_Exercise data_:
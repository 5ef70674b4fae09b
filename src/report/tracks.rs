//! Track listings of `detect` and `classify` (docs/output-format.md: `classify --format json`;
//! `detect --format json` is the same layout without the model's fields), and their tables.

use std::collections::BTreeMap;

use serde::Serialize;

use super::Table;

/// One track as printed.
#[derive(Debug, Clone, Serialize)]
pub struct TrackOut {
    pub id: usize,
    pub start_s: f64,
    pub end_s: f64,
    pub range_m: f64,
    pub range_min_m: f64,
    pub range_max_m: f64,
    pub radial_velocity_mps: f64,
    pub snr_db: f64,
    #[serde(skip_serializing_if = "Option::is_none")]
    pub label: Option<String>,
    #[serde(skip_serializing_if = "Option::is_none")]
    pub confidence: Option<f64>,
    #[serde(skip_serializing_if = "Option::is_none")]
    pub probabilities: Option<BTreeMap<String, f64>>,
    /// Features outside the model's training domain (each one lowers the confidence).
    #[serde(skip_serializing_if = "Option::is_none")]
    pub off_domain_features: Option<usize>,
    pub hovering: bool,
    pub blade_flash_hz: Option<f64>,
    pub tip_speed_mps: Option<f64>,
    /// True when `tip_speed_mps` sits at the unambiguous speed limit: the tip is at least
    /// that fast (a lower bound). False when it is a measurement or absent.
    pub tip_speed_is_bound: bool,
    // Extra fields (allowed by the contract).
    pub blade_length_m: Option<f64>,
    pub notch_share: f64,
    /// The label of the annotation this track matches, when the recording has labels.
    #[serde(skip_serializing_if = "Option::is_none")]
    pub matched_label: Option<String>,
    /// Whether the track is taken to show a rotor (the pipeline decides it from the label;
    /// true when unlabelled). The table prints no hovering verdict when not; the rotor
    /// figures are already blanked.
    #[serde(skip)]
    pub shows_rotor: bool,
}

/// One recording's tracks as printed.
#[derive(Debug, Clone, Serialize)]
pub struct RecordingOut {
    pub path: String,
    pub duration_s: f64,
    pub tracks: Vec<TrackOut>,
}

/// The JSON document of `detect`/`classify --format json`.
#[derive(Debug, Clone, Serialize)]
pub struct TrackReport {
    pub tool_version: &'static str,
    #[serde(skip_serializing_if = "Option::is_none")]
    pub model: Option<String>,
    pub recordings: Vec<RecordingOut>,
}

fn opt(x: Option<f64>, prec: usize) -> String {
    x.map(|v| format!("{v:.prec$}"))
        .unwrap_or_else(|| "-".into())
}

/// The lines printed under the table of `detect`/`classify`: what the columns mean
/// (docs/output-format.md, `detect` and `classify`).
pub fn table_notes(classify: bool) -> String {
    let mut s = String::new();
    s.push_str("vel_mps: radial velocity of the body; positive = receding (moving away), negative = approaching\n");
    s.push_str("snr_dB: mean detection SNR over the track's CPIs (strongest range-Doppler cell over its CFAR noise estimate)\n");
    if classify {
        s.push_str("hover: yes when |vel_mps| < 0.5 (near-zero radial speed), shown for tracks labelled as showing a rotor; '-' for bird and clutter, whose near-zero radial speed (a bird crossing the beam) is no hover
");
        s.push_str(
            "conf: probability of the label; unknown: under --min-confidence
",
        );
    } else {
        s.push_str("hover: yes when |vel_mps| < 0.5 (near-zero radial speed; a target crossing the beam at right angles shows it too)
");
    }
    s.push_str("flash_Hz, tip_mps: blade-flash rate and blade-tip speed; '≥' marks a tip speed at the radar's unambiguous speed (a lower bound)
");
    s
}

/// The table and its notes, or nothing at all when no recording could be read (no empty
/// header).
pub fn render_table(report: &TrackReport) -> String {
    if report.recordings.is_empty() {
        return String::new();
    }
    let mut s = to_table(report).render();
    s.push('\n');
    s.push_str(&table_notes(report.model.is_some()));
    s
}

/// The printed tip speed: `>=` before a value at the unambiguous speed limit.
fn tip_cell(tr: &TrackOut) -> String {
    match tr.tip_speed_mps {
        Some(v) if tr.tip_speed_is_bound => format!("≥{v:.1}"),
        other => opt(other, 1),
    }
}

/// The table of `detect`/`classify`: one row per track.
pub fn to_table(report: &TrackReport) -> Table {
    let classify = report.model.is_some();
    let mut head = vec![
        "recording",
        "track",
        "start_s",
        "end_s",
        "range_m",
        "vel_mps",
        "snr_dB",
        "hover",
        "flash_Hz",
        "tip_mps",
    ];
    if classify {
        head.extend(["label", "conf"]);
    }
    let mut t = Table::new(head);
    for r in &report.recordings {
        let name = std::path::Path::new(&r.path)
            .file_stem()
            .map(|s| s.to_string_lossy().into_owned())
            .unwrap_or_else(|| r.path.clone());
        for tr in &r.tracks {
            let mut row = vec![
                name.clone(),
                tr.id.to_string(),
                format!("{:.2}", tr.start_s),
                format!("{:.2}", tr.end_s),
                format!("{:.1}", tr.range_m),
                format!("{:+.2}", tr.radial_velocity_mps),
                format!("{:.1}", tr.snr_db),
                match (tr.shows_rotor, tr.hovering) {
                    (false, _) => "-",
                    (true, true) => "yes",
                    (true, false) => "no",
                }
                .to_string(),
                opt(tr.blade_flash_hz, 0),
                tip_cell(tr),
            ];
            if classify {
                row.push(tr.label.clone().unwrap_or_default());
                row.push(opt(tr.confidence, 2));
            }
            t.row(row);
        }
    }
    t
}

/// The listing as `--format` asks: the table, or JSON (pretty, one trailing newline).
pub fn render(report: &TrackReport, format: super::Format) -> crate::Result<String> {
    Ok(match format {
        super::Format::Json => {
            serde_json::to_string_pretty(report)
                .map_err(|e| crate::Error::Invalid(format!("encoding JSON: {e}")))?
                + "\n"
        }
        super::Format::Table => render_table(report),
    })
}
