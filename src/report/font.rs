//! Text for the pictures: DejaVu Sans (assets/fonts/DejaVuSans.ttf, Bitstream Vera
//! licence, assets/fonts/LICENSE.txt), embedded in the binary and rasterised with
//! `ab_glyph` into anti-aliased coverage, horizontal or turned 90° (reading upwards).

use std::sync::OnceLock;

use ab_glyph::{Font, FontRef, PxScale, ScaleFont};

/// The font file, embedded at build time.
const FONT_BYTES: &[u8] = include_bytes!("../../assets/fonts/DejaVuSans.ttf");

fn font() -> Option<&'static FontRef<'static>> {
    static FONT: OnceLock<Option<FontRef<'static>>> = OnceLock::new();
    FONT.get_or_init(|| FontRef::try_from_slice(FONT_BYTES).ok())
        .as_ref()
}

/// Where a text stands relative to its anchor point, along the text.
#[derive(Debug, Clone, Copy, PartialEq, Eq)]
pub enum Align {
    /// The anchor is the text's start.
    Start,
    /// The anchor is the text's middle.
    Centre,
    /// The anchor is the text's end.
    End,
}

/// Where a text stands relative to its anchor point, across the text.
#[derive(Debug, Clone, Copy, PartialEq, Eq)]
pub enum Across {
    /// The anchor is at the top of the capitals (the ascender line).
    Top,
    /// The anchor is halfway between ascender and descender lines.
    Middle,
    /// The anchor is at the bottom of the descenders.
    Bottom,
}

/// One text to draw: its size in pixels (the em height), alignment, and whether it is
/// turned 90° anticlockwise (reading from bottom to top, as a y-axis label).
#[derive(Debug, Clone, Copy)]
pub struct Style {
    pub size_px: f32,
    pub align: Align,
    pub across: Across,
    pub upright: bool,
}

impl Style {
    /// Horizontal text of `size_px`, anchored at its top left.
    pub fn new(size_px: f32) -> Self {
        Style {
            size_px,
            align: Align::Start,
            across: Across::Top,
            upright: false,
        }
    }
    pub fn align(mut self, a: Align) -> Self {
        self.align = a;
        self
    }
    pub fn across(mut self, a: Across) -> Self {
        self.across = a;
        self
    }
    /// Turned 90° anticlockwise.
    pub fn upright(mut self) -> Self {
        self.upright = true;
        self
    }
}

/// Advance width of `s` at `size_px`, pixels (0 when the font cannot be read).
pub fn text_width(s: &str, size_px: f32) -> f32 {
    let Some(f) = font() else { return 0.0 };
    let sf = f.as_scaled(PxScale::from(size_px));
    let mut w = 0.0;
    let mut prev = None;
    for c in s.chars() {
        let id = sf.glyph_id(c);
        if let Some(p) = prev {
            w += sf.kern(p, id);
        }
        w += sf.h_advance(id);
        prev = Some(id);
    }
    w
}

/// Draws `s` anchored at pixel (`x`, `y`); `put(px, py, coverage)` receives every pixel
/// the glyphs cover, coverage in 0..1. Returns false when the embedded font cannot be
/// read (nothing drawn).
pub fn draw_text(
    s: &str,
    x: i32,
    y: i32,
    style: Style,
    put: &mut dyn FnMut(i32, i32, f32),
) -> bool {
    let Some(f) = font() else { return false };
    let scale = PxScale::from(style.size_px);
    let sf = f.as_scaled(scale);
    let width = text_width(s, style.size_px);
    // Layout coordinates: u along the text from its start, v down from the baseline.
    let u0 = match style.align {
        Align::Start => 0.0,
        Align::Centre => -0.5 * width,
        Align::End => -width,
    };
    let (asc, desc) = (sf.ascent(), sf.descent());
    let v0 = match style.across {
        Across::Top => asc,
        Across::Middle => 0.5 * (asc + desc),
        Across::Bottom => desc,
    };
    let mut pen = u0;
    let mut prev = None;
    for c in s.chars() {
        let id = sf.glyph_id(c);
        if let Some(p) = prev {
            pen += sf.kern(p, id);
        }
        prev = Some(id);
        let g = id.with_scale_and_position(scale, ab_glyph::point(pen, v0));
        pen += sf.h_advance(id);
        let Some(og) = f.outline_glyph(g) else {
            continue;
        };
        let b = og.px_bounds();
        og.draw(|gx, gy, cov| {
            let u = b.min.x as i32 + gx as i32;
            let v = b.min.y as i32 + gy as i32;
            let (px, py) = if style.upright {
                (x + v, y - u)
            } else {
                (x + u, y + v)
            };
            put(px, py, cov);
        });
    }
    true
}

#[cfg(test)]
mod tests {
    use super::*;

    #[test]
    fn the_embedded_font_draws_mixed_case() {
        let mut lit = Vec::new();
        assert!(draw_text(
            "Ag (m/s)",
            10,
            10,
            Style::new(16.0),
            &mut |x, y, c| {
                if c > 0.5 {
                    lit.push((x, y))
                }
            }
        ));
        assert!(lit.len() > 50, "{} pixels", lit.len());
        // Top-anchored: nothing above the anchor, the descender of g below the capitals.
        assert!(lit.iter().all(|&(_, y)| y >= 10));
        let w = text_width("Ag (m/s)", 16.0);
        assert!(lit
            .iter()
            .all(|&(x, _)| x >= 10 && x <= 10 + w.ceil() as i32));
        // Lower case is narrower than upper case in a proportional font.
        assert!(text_width("ms", 16.0) < text_width("MS", 16.0));
    }

    #[test]
    fn upright_text_runs_upwards() {
        let mut ys = Vec::new();
        let style = Style::new(16.0).align(Align::Start).upright();
        draw_text("range (m)", 50, 200, style, &mut |x, y, c| {
            if c > 0.5 {
                ys.push((x, y))
            }
        });
        let w = text_width("range (m)", 16.0);
        // Starts at the anchor and climbs by the text's width; only ~one line wide.
        assert!(ys
            .iter()
            .all(|&(_, y)| y <= 200 && y >= 200 - w.ceil() as i32 - 1));
        let (xmin, xmax) = ys
            .iter()
            .fold((i32::MAX, i32::MIN), |(a, b), &(x, _)| (a.min(x), b.max(x)));
        assert!(xmax - xmin <= 20, "{xmin}..{xmax}");
    }
}
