// ---------------------------------------------------------------------------------------
// 3. Limits before allocation
// ---------------------------------------------------------------------------------------

/// Declared sizes and counts beyond the caps of docs/output-format.md ("Limits") are
/// refused in one line naming the file, the key and the value.
#[test]
fn limits_are_refused_naming_file_key_and_value() {
    let tmp = tempfile::tempdir().unwrap();
    let dir = tmp.path();
    let good = simulate(dir, "g", &k24_scene("g", "ci16_le"), "runs", None).remove(0);
    let meta = read_meta(&good);
    let data = std::fs::read(data_of(&good)).unwrap();
    let put = |name: &str, m: &Value| {
        let p = dir.join(format!("{name}.sigmf-meta"));
        std::fs::write(&p, m.to_string()).unwrap();
        std::fs::write(data_of(&p), &data).unwrap();
        p
    };
    // too many annotations
    let mut m = meta.clone();
    let one = m["annotations"][0].clone();
    m["annotations"] = Value::Array(vec![one; 100_001]);
    let p = put("many", &m);
    assert_one_error(
        &run(&["info", p.to_str().unwrap()]),
        1,
        &["many.sigmf-meta", "annotations", "100001"],
    );
    // nesting too deep
    let mut m = meta.clone();
    let mut deep = Value::from(1);
    for _ in 0..70 {
        deep = Value::Array(vec![deep]);
    }
    m["annotations"][0]["rotorsift:truth"] = serde_json::json!({ "x": deep });
    let p = put("deep", &m);
    assert_one_error(
        &run(&["info", p.to_str().unwrap()]),
        1,
        &["deep.sigmf-meta", "depth = 74", "at most 64"],
    );
    // a declared chirp length beyond the cap
    let mut m = meta.clone();
    m["global"]["rotorsift:samples_per_chirp"] = Value::from(1u64 << 40);
    let p = put("wide", &m);
    assert_one_error(
        &run(&["info", p.to_str().unwrap()]),
        1,
        &[
            "wide.sigmf-meta",
            "rotorsift:samples_per_chirp",
            "1099511627776",
        ],
    );
    // too many channels
    let mut m = meta.clone();
    m["global"]["core:num_channels"] = Value::from(1u64 << 50);
    let p = put("chan", &m);
    assert_one_error(
        &run(&["info", p.to_str().unwrap()]),
        1,
        &["chan.sigmf-meta", "core:num_channels", "1125899906842624"],
    );
    // a model with too many trees
    let mut mv: Value =
        serde_json::from_str(&std::fs::read_to_string("models/default.json").unwrap()).unwrap();
    let t0 = mv["forest"]["trees"][0].clone();
    mv["forest"]["trees"] = Value::Array(vec![t0; 10_001]);
    let mp = dir.join("big-model.json");
    std::fs::write(&mp, mv.to_string()).unwrap();
    assert_one_error(
        &run(&[
            "classify",
            good.to_str().unwrap(),
            "--model",
            mp.to_str().unwrap(),
        ]),
        1,
        &["big-model.json", "forest.trees", "10001"],
    );
    // a scene file over 1 MiB
    let big = format!("{}{}", k24_scene("b", "ci16_le"), "#\n".repeat(600_000));
    let sp = write(dir, "big.toml", &big);
    let o = run(&[
        "simulate",
        "--scene",
        sp.to_str().unwrap(),
        "--out",
        dir.join("o").to_str().unwrap(),
    ]);
    assert_one_error(&o, 1, &["big.toml", "scene file", "1200"]);
    // a scene with a chirp length beyond the cap
    let wide =
        k24_scene("w", "ci16_le").replace("samples_per_chirp = 64", "samples_per_chirp = 100000");
    let sp = write(dir, "wide.toml", &wide);
    let o = run(&[
        "simulate",
        "--scene",
        sp.to_str().unwrap(),
        "--out",
        dir.join("o").to_str().unwrap(),
    ]);
    assert_one_error(&o, 1, &["wide.toml", "samples_per_chirp", "100000"]);
}
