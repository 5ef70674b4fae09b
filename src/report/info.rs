//! `rotorsift info`: what each recording holds — radar settings, derived figures,
//! duration, labels per class, and the bad samples of the data file (docs/output-format.md,
//! "info").

use std::collections::BTreeMap;

use serde::Serialize;

use super::Table;
use crate::error::Result;
use crate::recording::{scan_samples, RecordingMeta, SampleStats};

/// One recording as `info --format json` prints it.
#[derive(Debug, Clone, Serialize)]
pub struct InfoRecord {
    pub path: String,
    pub waveform: &'static str,
    pub carrier_hz: f64,
    pub wavelength_m: f64,
    pub samples_per_chirp: usize,
    pub chirps: usize,
    pub chirp_interval_s: f64,
    pub duration_s: f64,
    pub range_cell_m: f64,
    pub max_range_m: f64,
    pub unambiguous_velocity_mps: f64,
    pub labels: BTreeMap<String, usize>,
    // Extra fields (the contract allows more).
    pub datatype: &'static str,
    pub num_channels: usize,
    pub range_start_m: f64,
    pub prf_hz: f64,
    pub range_resolution_m: f64,
    pub first_blind_speed_mps: f64,
    pub velocity_resolution_256_mps: f64,
    #[serde(skip_serializing_if = "Option::is_none")]
    pub site: Option<String>,
    /// Samples (all channels) with a NaN, infinite or out-of-range part, read as 0.
    pub nonfinite_samples: u64,
    /// Samples (all channels) with a part at the integer format's full scale.
    pub clipped_samples: u64,
}

impl InfoRecord {
    /// Opens the recording at `meta_path`, counts its bad samples and collects its figures.
    pub fn read(meta_path: &std::path::Path) -> Result<Self> {
        let meta = RecordingMeta::open(meta_path)?;
        let stats = scan_samples(&meta)?;
        Ok(Self::of(&meta, &stats))
    }

    /// Collects the figures of one recording with its bad-sample counts.
    pub fn of(meta: &RecordingMeta, stats: &SampleStats) -> Self {
        let p = &meta.params;
        InfoRecord {
            path: meta.meta_path.display().to_string(),
            waveform: p.waveform().as_str(),
            carrier_hz: p.carrier_hz,
            wavelength_m: p.wavelength_m(),
            samples_per_chirp: p.samples_per_chirp,
            chirps: meta.chirps,
            chirp_interval_s: p.chirp_interval_s,
            duration_s: meta.duration_s(),
            range_cell_m: p.range_cell_m(),
            max_range_m: p.max_range_m(),
            unambiguous_velocity_mps: p.unambiguous_velocity_mps(),
            labels: meta.label_counts(),
            datatype: meta.datatype.as_str(),
            num_channels: meta.num_channels,
            range_start_m: p.range_start_m(),
            prf_hz: p.prf_hz(),
            range_resolution_m: p.range_resolution_m(),
            first_blind_speed_mps: p.blind_speed_mps(1),
            velocity_resolution_256_mps: p.velocity_resolution_mps(256),
            site: meta.site.clone(),
            nonfinite_samples: stats.nonfinite,
            clipped_samples: stats.clipped,
        }
    }
}

/// The JSON document of `info --format json`.
pub fn to_json(records: &[InfoRecord]) -> serde_json::Value {
    serde_json::json!({ "recordings": records })
}

/// The table of `info`.
pub fn to_table(records: &[InfoRecord]) -> Table {
    let mut t = Table::new([
        "recording",
        "waveform",
        "carrier_GHz",
        "N",
        "chirps",
        "PRF_Hz",
        "duration_s",
        "cell_m",
        "max_range_m",
        "v_unamb_mps",
        "nonfinite",
        "clipped",
        "labels",
    ]);
    for r in records {
        let labels: Vec<String> = r.labels.iter().map(|(k, v)| format!("{k}:{v}")).collect();
        t.row([
            r.path.clone(),
            r.waveform.to_string(),
            format!("{:.3}", r.carrier_hz / 1e9),
            r.samples_per_chirp.to_string(),
            r.chirps.to_string(),
            format!("{:.0}", r.prf_hz),
            format!("{:.3}", r.duration_s),
            format!("{:.3}", r.range_cell_m),
            format!("{:.1}", r.max_range_m),
            format!("{:.2}", r.unambiguous_velocity_mps),
            r.nonfinite_samples.to_string(),
            r.clipped_samples.to_string(),
            if labels.is_empty() {
                "-".into()
            } else {
                labels.join(" ")
            },
        ]);
    }
    t
}

/// The text `info` prints: JSON (pretty, one trailing newline) or the table (nothing at
/// all when no recording could be read: no empty header).
pub fn render(records: &[InfoRecord], format: super::Format) -> crate::Result<String> {
    Ok(match format {
        super::Format::Json => {
            serde_json::to_string_pretty(&to_json(records))
                .map_err(|e| crate::Error::Invalid(format!("encoding JSON: {e}")))?
                + "\n"
        }
        super::Format::Table if records.is_empty() => String::new(),
        super::Format::Table => to_table(records).render(),
    })
}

_Exercise details_: List every line from the entries above in which "beyond" appears.

_Task response_:
/// Declared sizes and counts beyond the caps of docs/output-format.md ("Limits") are
    // a declared chirp length beyond the cap
    // a scene with a chirp length beyond the cap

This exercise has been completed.